Q4 FY26 Key Financials
Revenue of ₹1,791.41 crore was up 14.14% year-on-year from ₹1,569.51 crore, reflecting strong volume growth across Mahindra Logistics’ integrated logistics, warehousing and supply chain businesses. The sequential dip of 5.62% from Q3 FY26 is largely attributable to seasonality — Q3 is typically the peak quarter for logistics companies as festive and year-end activity drives volumes, with Q4 seeing normalisation. The year-on-year growth trajectory at 14.14% is the more relevant signal and confirms the business is recovering volume momentum.
EBITDA of ₹112.35 crore was up 44.59% year-on-year from ₹77.70 crore — a standout improvement that demonstrates the operating leverage Mahindra Logistics is beginning to extract from its revenue scale. Sequential EBITDA growth of 9.30% on a revenue base that fell 5.62% sequentially is particularly impressive — it means the company’s cost structure has become more flexible and variable than it was in prior quarters, with margins expanding to 6.27% from 5.42% sequentially even as the top line dipped.
EBITDA margin of 6.27% against 4.95% in Q4 FY25 and 5.42% in Q3 FY26 represents a 132 basis point year-on-year and 85 basis point sequential expansion — the most visible sign that the operational improvements Mahindra Logistics has been implementing are beginning to flow through to reported numbers.
The Return to Profitability — What It Means
PBT excluding exceptional items came in at ₹31.95 crore against ₹0.95 crore in Q4 FY25 — a 3,263% year-on-year improvement that, while a striking percentage, reflects how close to breakeven the business was operating a year ago. The fact that PBT has moved from near-zero to a meaningful positive in a single year is the clearest evidence of operational recovery.
PAT of ₹22.36 crore compares to a loss of ₹5.29 crore in Q4 FY25 — a swing of ₹27.65 crore year-on-year that moves the company from loss to profit at the bottom line.

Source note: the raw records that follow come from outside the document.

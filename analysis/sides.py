"""The two stretches of one comparison, and the comparison of their levels.

Doubts compute it again on sides with some days left out or some rival explanation taken off.
"""

from __future__ import annotations

from dataclasses import dataclass, replace
from math import erfc, sqrt

import numpy as np
from numpy.typing import NDArray

from analysis.answer import Direction
from analysis.log import Days, Measure, Values
from analysis.questions.by_how_much import shift
from analysis.questions.did_it_move import CLAIMS, Sureness, rank_sum, sureness
from analysis.series.carry_over import carry_over, widening
from analysis.series.weekday_rhythm import Rhythm, is_weekend, weekday_rhythm

ZERO_HEAVY_SHARE = 0.25
"""From this share of zeros in the baseline on, *how often* and *how much on those days* are told apart."""

OFTEN_PART = 0.8
"""Of the chance of a false claim on a zero-heavy log, how much goes to *how often*; the rest to *how much*."""

FEWEST_ACTIVE = 4
WEEK = 7
FEWEST_WEEKS = 4
REGULAR_PART = 0.5
"""Weeks that vary by less than this part of what lots would make are taken as kept to a plan."""


@dataclass(frozen=True, eq=False)
class Sides:
    """Two rows of periods without holes, NaN where blank, and what they are of.

    Attributes:
        measure: with the period of the answer.
        before_days, after_days: first day number of each period, shapes (m,) and (n,).
        before_at, after_at: the same as running numbers of periods, so that slopes are a period.
        before, after: the observations, shapes (m,) and (n,).
    """

    measure: Measure
    before_days: Days
    before_at: Days
    before: Values
    after_days: Days
    after_at: Days
    after: Values

    @property
    def known_before(self) -> Values:
        """The observations before, without blanks."""
        return self.before[~np.isnan(self.before)]

    @property
    def known_after(self) -> Values:
        """The observations after, without blanks."""
        return self.after[~np.isnan(self.after)]

    @property
    def is_zero_heavy(self) -> bool:
        """Whether a quarter or more of the baseline is zero, of an amount or count."""
        before = self.known_before
        if self.measure.kind not in ("amount", "count") or not len(before) or np.min(before) < 0:
            return False
        return float(np.mean(before == 0)) >= ZERO_HEAVY_SHARE

    @property
    def told_by_share(self) -> bool:
        """Whether a share of days says more than a median: yes/no logs and zero-heavy ones."""
        return self.measure.kind == "yes/no" or self.is_zero_heavy

    def without(self, before: NDArray[np.bool_], after: NDArray[np.bool_]) -> Sides:
        """The same with some periods made blank; masks of shapes (m,) and (n,)."""
        return replace(
            self, before=np.where(before, np.nan, self.before), after=np.where(after, np.nan, self.after)
        )

    def less(self, slope: float) -> Sides:
        """The same with a steady slope a period taken off."""
        return replace(
            self,
            before=self.before - slope * (self.before_at - self.before_at[0]),
            after=self.after - slope * (self.after_at - self.before_at[0]),
        )


@dataclass(frozen=True, eq=False)
class Level:
    """What the comparison of two levels gives.

    Attributes:
        rhythm: weekends against weekdays; None where it cannot be asked.
        sides: the sides compared, a rhythm in use taken off.
        carry_over: see ``analysis.series.carry_over``.
        widened: the factor it puts on variances.
        share: share of pairs in which after is higher.
        p: two-sided chance of a gap this big by luck, widened.
        plain_p: the same without carry-over.
        sureness, direction: the word, and the way it moved from "leaning" up.
        estimate, low, high: the shift with its range.
    """

    rhythm: Rhythm | None
    sides: Sides
    carry_over: float | None
    widened: float
    share: float
    p: float
    plain_p: float
    sureness: Sureness
    direction: Direction
    estimate: float
    low: float
    high: float

    @property
    def is_claim(self) -> bool:
        """Whether it says that the level moved."""
        return self.sureness in CLAIMS


def compare(sides: Sides, also_widened: float = 1.0) -> Level:
    """Compare the levels of two sides.

    Args:
        sides: both hold an observation.
        also_widened: factor on the variance beside that for carry-over.
    """
    rhythm = None
    if sides.measure.period == "day" and not sides.told_by_share:
        rhythm = weekday_rhythm([sides.before_days, sides.after_days], [sides.before, sides.after])
        if rhythm is not None and rhythm.used:
            sides = replace(
                sides,
                before=sides.before - rhythm.weekend * is_weekend(sides.before_days),
                after=sides.after - rhythm.weekend * is_weekend(sides.after_days),
            )
    before, after = sides.known_before, sides.known_after
    r = carry_over([sides.before, sides.after])
    widened = widening(r) * also_widened
    test = rank_sum(before, after, widened)
    p, plain_p = test.p, rank_sum(before, after).p if widened > 1 else test.p
    if sides.told_by_share:
        p, plain_p = _chance_by_share(sides, widened), _chance_by_share(sides, 1.0)
    estimate, low, high = shift(before, after, widened)
    word = sureness(len(before), len(after), p)
    direction: Direction = "none"
    if word not in ("too early", "cannot tell"):
        direction = _way(sides, estimate, test.share)
    return Level(rhythm, sides, r, widened, test.share, p, plain_p, word, direction, estimate, low, high)


def chance_of_shares(before: tuple[int, int], after: tuple[int, int], widened: float = 1.0) -> float:
    """Two-sided chance of a gap between two shares of days at least this big, by luck.

    Args:
        before: days that count, days in all (at least 1).
        after: the same after the change.
        widened: factor on the variance for carry-over, at least 1.

    Source: the score test of two proportions (pooled variance), e.g. Newcombe (1998), Stat. Med. 17:873-890.
    """
    days = before[1] + after[1]
    pooled = (before[0] + after[0]) / days
    variance = widened * pooled * (1 - pooled) * (1 / before[1] + 1 / after[1])
    if variance <= 0:
        return 1.0
    gap = abs(after[0] / after[1] - before[0] / before[1])
    return erfc(gap / sqrt(2 * variance))


def _chance_by_share(sides: Sides, widened: float) -> float:
    """The chance for a log told by shares: how often, and for amounts how much on those days, together."""
    often = _chance_often(sides, widened)
    if sides.measure.kind == "yes/no":
        return often
    return min(1.0, often / OFTEN_PART, _chance_much(sides, widened) / (1 - OFTEN_PART))


def _chance_often(sides: Sides, widened: float) -> float:
    """The chance of a gap in how many days there was some; by whole weeks where those are kept to a plan."""
    by_week = _chance_by_week(sides)
    if by_week is not None:
        return by_week
    before, after = sides.known_before, sides.known_after
    done_before, done_after = int(np.sum(before > 0)), int(np.sum(after > 0))
    return chance_of_shares((done_before, len(before)), (done_after, len(after)), widened)


def _chance_much(sides: Sides, widened: float) -> float:
    """The chance of a gap in how much there was on days with some; 1 where either side has hardly any."""
    before, after = sides.known_before, sides.known_after
    before, after = before[before > 0], after[after > 0]
    if sides.measure.kind == "yes/no" or min(len(before), len(after)) < FEWEST_ACTIVE:
        return 1.0
    return rank_sum(before, after, widened).p


def _chance_by_week(sides: Sides) -> float | None:
    """The chance for days done a week, where the weeks are more alike than days drawn by lot would be.

    Someone who keeps to so many days a week leaves less to luck than the count of days knows. Asked only of
    weeks within their stretch, so that a move does not decide which test is used.

    Returns:
        None with fewer than four whole weeks on either side, or weeks as unlike as luck makes them.
    """
    if sides.measure.period != "day":
        return None
    before, after = _days_done_a_week(sides.before), _days_done_a_week(sides.after)
    if min(len(before), len(after)) < FEWEST_WEEKS:
        return None
    by_lot = within = 0.0
    for weeks in (before, after):
        share = float(np.mean(weeks)) / WEEK
        by_lot += WEEK * share * (1 - share) * (len(weeks) - 1)
        within += float(np.sum((weeks - np.mean(weeks)) ** 2))
    return rank_sum(before, after).p if within < REGULAR_PART * by_lot else None


def _days_done_a_week(values: Values) -> Values:
    """Days with more than nothing in each whole week from the first day on; weeks with a blank are left out."""
    weeks = values[: len(values) // WEEK * WEEK].reshape(-1, WEEK)
    weeks = weeks[~np.isnan(weeks).any(axis=1)]
    done: Values = np.sum(weeks > 0, axis=1).astype(np.float64)
    return done


def _way(sides: Sides, estimate: float, share: float) -> Direction:
    """The way the level moved; where the middle difference is none, the way most pairs or days go."""
    if sides.told_by_share:
        before, after = sides.known_before, sides.known_after
        often = _chance_often(sides, 1.0) / OFTEN_PART
        much = _chance_much(sides, 1.0) / (1 - OFTEN_PART)
        if often <= much:
            estimate = float(np.mean(after > 0) - np.mean(before > 0))
        else:
            estimate = rank_sum(before[before > 0], after[after > 0]).share - 0.5
    moved = estimate or share - 0.5
    return "more" if moved > 0 else "less" if moved < 0 else "none"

PAT after minority interest was ₹20.19 crore against a loss of ₹6.75 crore in Q4 FY25 and ₹3.25 crore in Q3 FY26 — the sequential improvement of ₹16.94 crore confirms the trend is accelerating rather than plateauing.

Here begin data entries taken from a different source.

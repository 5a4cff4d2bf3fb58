import { distance } from '@turf/turf'
import type { Queryable } from '~/db/client.server'
import type { Viewer } from '~/people/viewer'
import { listCrags } from './crags.server'

/**
 * The crags nearest to one, with how far they lie in kilometres over the ground of a sphere (within half a percent of
 * the ellipsoid), nearest first; only crags the viewer may see.
 */
export async function listNearby(
  db: Queryable,
  viewer: Viewer,
  crag: { code: string; pos: { lon: number; lat: number } },
  most = 3,
) {
  const from = [crag.pos.lon, crag.pos.lat]
  return (await listCrags(db, viewer))
    .filter(other => other.code !== crag.code)
    .map(({ code, name, worstState, pos }) => ({
      code,
      name,
      worstState,
      km: distance(from, [pos.lon, pos.lat], { units: 'kilometers' }),
    }))
    .sort((a, b) => a.km - b.km)
    .slice(0, most)
}
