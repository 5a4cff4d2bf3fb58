/** Sizes of a drawn line in its own pixels. */
export interface LineScale {
  lengthM: number
  /** where metre 0 is drawn, from above */
  base: number
  /** pixels a metre */
  perMetre: number
}

/** Pixels from above at so many metres up. */
export function toY(scale: LineScale, metres: number): number {
  return scale.base - metres * scale.perMetre
}

/**
 * Heights of labels that want to stand at `wanted` (pixels from above, lowest first, so descending) but at least `gap`
 * apart and within `top` to `bottom`: each as near to its place as the others let it. Same order out as in.
 */
export function spreadLabels(
  wanted: readonly number[],
  { gap, top, bottom }: { gap: number; top: number; bottom: number },
): number[] {
  // blocks of labels that touch move as one, to the mean of what they want
  const blocks: { at: number[]; start: number }[] = []
  for (const [index, y] of wanted.entries()) {
    blocks.push({ at: [index], start: Math.min(y, bottom) })
    while (blocks.length > 1) {
      const lower = blocks.at(-2)!
      const upper = blocks.at(-1)!
      if (lower.start - lower.at.length * gap >= upper.start) break
      const at = [...lower.at, ...upper.at]
      const mean = at.reduce((sum, label, rank) => sum + wanted[label]! + rank * gap, 0) / at.length
      blocks.splice(-2, 2, { at, start: Math.min(mean, bottom) })
    }
  }
  const placed = blocks.flatMap(block => block.at.map((_, rank) => block.start - rank * gap))
  // what is pushed above the top pushes back down from there
  for (let i = placed.length - 1; i >= 0; i--) {
    const least = i === placed.length - 1 ? top : placed[i + 1]! + gap
    placed[i] = Math.max(placed[i]!, least)
  }
  return placed
}

/** The two sizes of the drawing, in its own pixels: the page's row holds all words, the phone's has them below the name. */
export const layouts = {
  page: {
    id: 'page',
    width: 580,
    centre: 118,
    rock: 64,
    gap: 27,
    metre: 34,
    point: 46,
    name: 15,
    className: 'hidden sm:block',
  },
  phone: {
    id: 'phone',
    width: 358,
    centre: 104,
    rock: 44,
    gap: 46,
    metre: 30,
    point: 56,
    name: 16,
    className: 'sm:hidden',
  },
} as const
export type Layout = (typeof layouts)[keyof typeof layouts]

It is worth noting that Q3 FY26 carried an exceptional loss of ₹7.36 crore that is not present in Q4 FY26’s numbers — meaning the Q3 to Q4 sequential improvement in underlying profitability is even more pronounced than the headline PAT comparison suggests.
The Operating Leverage Story
The most analytically significant data point in Mahindra Logistics’ Q4 FY26 results is the combination of 14.14% revenue growth and 44.59% EBITDA growth producing 132 basis points of margin expansion. This is operating leverage expressing itself — fixed cost absorption improving as revenues scale, pricing discipline holding, and the cost restructuring actions of prior quarters delivering their intended efficiency gains.

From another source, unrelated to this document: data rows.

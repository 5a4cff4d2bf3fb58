import { and, asc, eq, isNull, or, sql } from 'drizzle-orm'
import type { Queryable } from '~/db/client.server'
import { anchors, climbAnchors, climbs, crags, sectors } from '~/db/schema/crags'
import { parseCode } from '~/lib/code'
import type { Viewer } from '~/people/viewer'
import type { ConditionState } from './condition-state'
import { visibleCrags } from './visible.server'

export interface FoundClimb {
  code: string
  name: string
  where: string
  state: ConditionState
  /** where a report on it begins */
  to: string
}

const most = 60

/** What was typed as a LIKE pattern, its own wildcards taken literally. */
function toPattern(words: string): string {
  return `%${words.replace(/[\\%_]/g, character => `\\${character}`)}%`
}

/**
 * Routes the viewer may see whose name, crag or sector contains the words (accents and case do not matter), or that
 * carry the code, or the fixed point of that code; all of a crag with no words. At most sixty, by place.
 */
export async function searchPlaces(
  db: Queryable,
  viewer: Viewer,
  { words, cragId }: { words: string; cragId?: string },
): Promise<FoundClimb[]> {
  const code = parseCode(words)
  const pattern = toPattern(words)
  const rows = await db
    .select({
      code: climbs.code,
      name: climbs.name,
      state: climbs.worstState,
      crag: crags.name,
      sector: sectors.name,
      anchorCode: sql<
        string | null
      >`(select ${anchors.code} from ${anchors} join ${climbAnchors} on ${climbAnchors.anchorId} = ${anchors.id} where ${climbAnchors.climbId} = ${climbs.id} and ${anchors.code} = ${code} limit 1)`,
    })
    .from(climbs)
    .innerJoin(sectors, eq(sectors.id, climbs.sectorId))
    .innerJoin(crags, eq(crags.id, sectors.cragId))
    .where(
      and(
        visibleCrags(viewer),
        isNull(climbs.retiredAt),
        cragId === undefined ? undefined : eq(crags.id, cragId),
        words === ''
          ? undefined
          : or(
              sql`${climbs.name} like ${pattern}`,
              sql`${crags.name} like ${pattern}`,
              sql`${sectors.name} like ${pattern}`,
              code === null ? undefined : eq(climbs.code, code),
              code === null ? undefined : eq(crags.code, code),
              code === null
                ? undefined
                : sql`exists (select 1 from ${climbAnchors} join ${anchors} on ${anchors.id} = ${climbAnchors.anchorId} where ${climbAnchors.climbId} = ${climbs.id} and ${anchors.code} = ${code})`,
            ),
      ),
    )
    .orderBy(asc(crags.name), asc(sectors.ordinal), asc(climbs.ordinal))
    .limit(most)
  return rows.map(row => ({
    code: row.code,
    name: row.name,
    state: row.state,
    where: `${row.crag}, ${row.sector}`,
    to: row.anchorCode === null ? `/report/${row.code}` : `/report/${row.code}/${row.anchorCode}`,
  }))
}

For a third-party logistics company operating in a capital-light but operationally intensive business model, EBITDA margins of 6.27% are still below the 8-10% range that the best-in-class integrated logistics operators achieve in India. But the direction and pace of margin improvement is now clearly positive, and the path to higher margins is visible through continued revenue scaling and operating efficiency.
The Turnaround Context
Mahindra Logistics had been navigating a difficult period characterised by margin pressure from rising fuel and labour costs, the integration of acquisitions, investment in technology and warehousing infrastructure, and demand softness in certain auto-adjacent segments. The company’s significant exposure to Mahindra Group companies as anchor clients provides volume stability but also creates concentration risk and pricing dynamics that are different from purely market-facing logistics businesses.
Q4 FY26’s return to profit — on stronger revenue, meaningfully better margins and a clean quarter without exceptional charges — suggests the worst of the operating pressure cycle is behind the company. The sequential and year-on-year improvements across every key operating metric in Q4 FY26 are the most encouraging set of Mahindra Logistics numbers in several quarters.
Disclaimer: This article is for informational purposes only and does not constitute investment advice. Readers are advised to consult a SEBI-registered financial advisor before making investment decisions.